Reproduce the section of the listing that begins at the line containing "lines leave. */" and finishes at the line containing "options.reference === undefined". Include both end lines and nothing beyond them.
•••
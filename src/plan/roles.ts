// Which lines of a 2x2 table are the groups, which level is the event and which group comes first. Effects of any 2x2 table
// read them, and the statistics that compare two groups.
import { nameHint } from '../problem/suggest.js';
import { usageProblem } from '../problem/problem.js';
import type { Roles, Statistic } from '../statistic/contract.js';
import type { LiveTable } from '../table/live-table.js';
import type { Table } from '../table/table.js';
import type { PlanOptions } from './plan.js';
import { oneOf } from './settings.js';

export interface NamedRoles extends Roles {
  readonly eventLabel: string;
  readonly firstLabel: string;
  /** null when only one line is left to be a group. */
  readonly referenceLabel: string | null;
}

/** For statistics that know no groups. */
export const noRoles: Roles = { groups: 'rows', event: 0, first: 0 };

/** Two groups and two levels: the whole table, or what its empty lines leave. */
export const isTwoByTwo = (table: Table, live: LiveTable): boolean =>
  (table.rowLabels.length === 2 && table.columnLabels.length === 2) || (live.rows === 2 && live.columns === 2);

/** In a table that is 2x2 as it stands, an empty line is a line; in a larger one it is left out. */
function nameable(table: Table, live: LiveTable): Pick<LiveTable, 'rowIndex' | 'columnIndex'> {
  const whole = table.rowLabels.length === 2 && table.columnLabels.length === 2;
  return whole ? { rowIndex: [0, 1], columnIndex: [0, 1] } : live;
}

/**
 * Groups are rows unless told; the event is the first level of the other side, the first group the first listed. The
 * indexes are those of the live table where that is 2x2.
 * @throws Problem (usage): `not-two-by-two`, `unknown-label`, `empty-line-named`.
 */
export function rolesOf(table: Table, live: LiveTable, statistic: Statistic, options: PlanOptions): NamedRoles {
  if (live.rows > 2 || live.columns > 2) {
    throw usageProblem({
      code: 'not-two-by-two',
      message: `${statistic.name} compares two groups with two outcomes; this table is ${live.rows} x ${live.columns}`,
      place: '--statistic',
      hint: 'use pearson, likelihood-ratio, probability or trend for larger tables, or pick two rows and two columns',
    });
  }
  const { rowIndex, columnIndex } = nameable(table, live);
  const groups = oneOf(options.groups, 'rows', ['rows', 'columns'] as const, '--groups');
  const [groupLabels, groupIndex, eventLabels, eventIndex] =
    groups === 'rows'
      ? [table.rowLabels, rowIndex, table.columnLabels, columnIndex]
      : [table.columnLabels, columnIndex, table.rowLabels, rowIndex];
  const event = options.event === undefined ? 0 : lineNamed(options.event, eventLabels, eventIndex, '--event');
  const reference =
    options.reference === undefined
      ? groupIndex.length - 1
      : lineNamed(options.reference, groupLabels, groupIndex, '--reference');
  const first = groupIndex.length === 2 ? 1 - reference : 0;
  return {
    groups,
    event,
    first,
    eventLabel: eventLabels[eventIndex[event]!]!,
    firstLabel: groupLabels[groupIndex[first]!]!,
    referenceLabel: groupIndex.length === 2 ? groupLabels[groupIndex[reference]!]! : null,
  };
}

/** Index among the live lines of the line with this label. */
function lineNamed(label: string, labels: readonly string[], index: readonly number[], option: string): number {
  const line = labels.indexOf(label);
  if (line < 0) {
    throw usageProblem({
      code: 'unknown-label',
      message: `no line of the table is labelled "${label}"`,
      place: option,
      hint: nameHint(label, labels),
    });
  }
  const live = index.indexOf(line);
  if (live < 0) {
    throw usageProblem({
      code: 'empty-line-named',
      message: `the line labelled "${label}" holds no counts`,
      place: option,
      hint: `name one of: ${index.map((k) => labels[k]).join(', ')}`,
    });
  }
  return live;
}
•••
• **Exercise response**
/** Two groups and two levels: the whole table, or what its empty lines leave. */
export const isTwoByTwo = (table: Table, live: LiveTable): boolean =>
  (table.rowLabels.length === 2 && table.columnLabels.length === 2) || (live.rows === 2 && live.columns === 2);

/** In a table that is 2x2 as it stands, an empty line is a line; in a larger one it is left out. */
function nameable(table: Table, live: LiveTable): Pick<LiveTable, 'rowIndex' | 'columnIndex'> {
  const whole = table.rowLabels.length === 2 && table.columnLabels.length === 2;
  return whole ? { rowIndex: [0, 1], columnIndex: [0, 1] } : live;
}

/**
 * Groups are rows unless told; the event is the first level of the other side, the first group the first listed. The
 * indexes are those of the live table where that is 2x2.
 * @throws Problem (usage): `not-two-by-two`, `unknown-label`, `empty-line-named`.
 */
export function rolesOf(table: Table, live: LiveTable, statistic: Statistic, options: PlanOptions): NamedRoles {
  if (live.rows > 2 || live.columns > 2) {
    throw usageProblem({
      code: 'not-two-by-two',
      message: `${statistic.name} compares two groups with two outcomes; this table is ${live.rows} x ${live.columns}`,
      place: '--statistic',
      hint: 'use pearson, likelihood-ratio, probability or trend for larger tables, or pick two rows and two columns',
    });
  }
  const { rowIndex, columnIndex } = nameable(table, live);
  const groups = oneOf(options.groups, 'rows', ['rows', 'columns'] as const, '--groups');
  const [groupLabels, groupIndex, eventLabels, eventIndex] =
    groups === 'rows'
      ? [table.rowLabels, rowIndex, table.columnLabels, columnIndex]
      : [table.columnLabels, columnIndex, table.rowLabels, rowIndex];
  const event = options.event === undefined ? 0 : lineNamed(options.event, eventLabels, eventIndex, '--event');
  const reference =
    options.reference === undefined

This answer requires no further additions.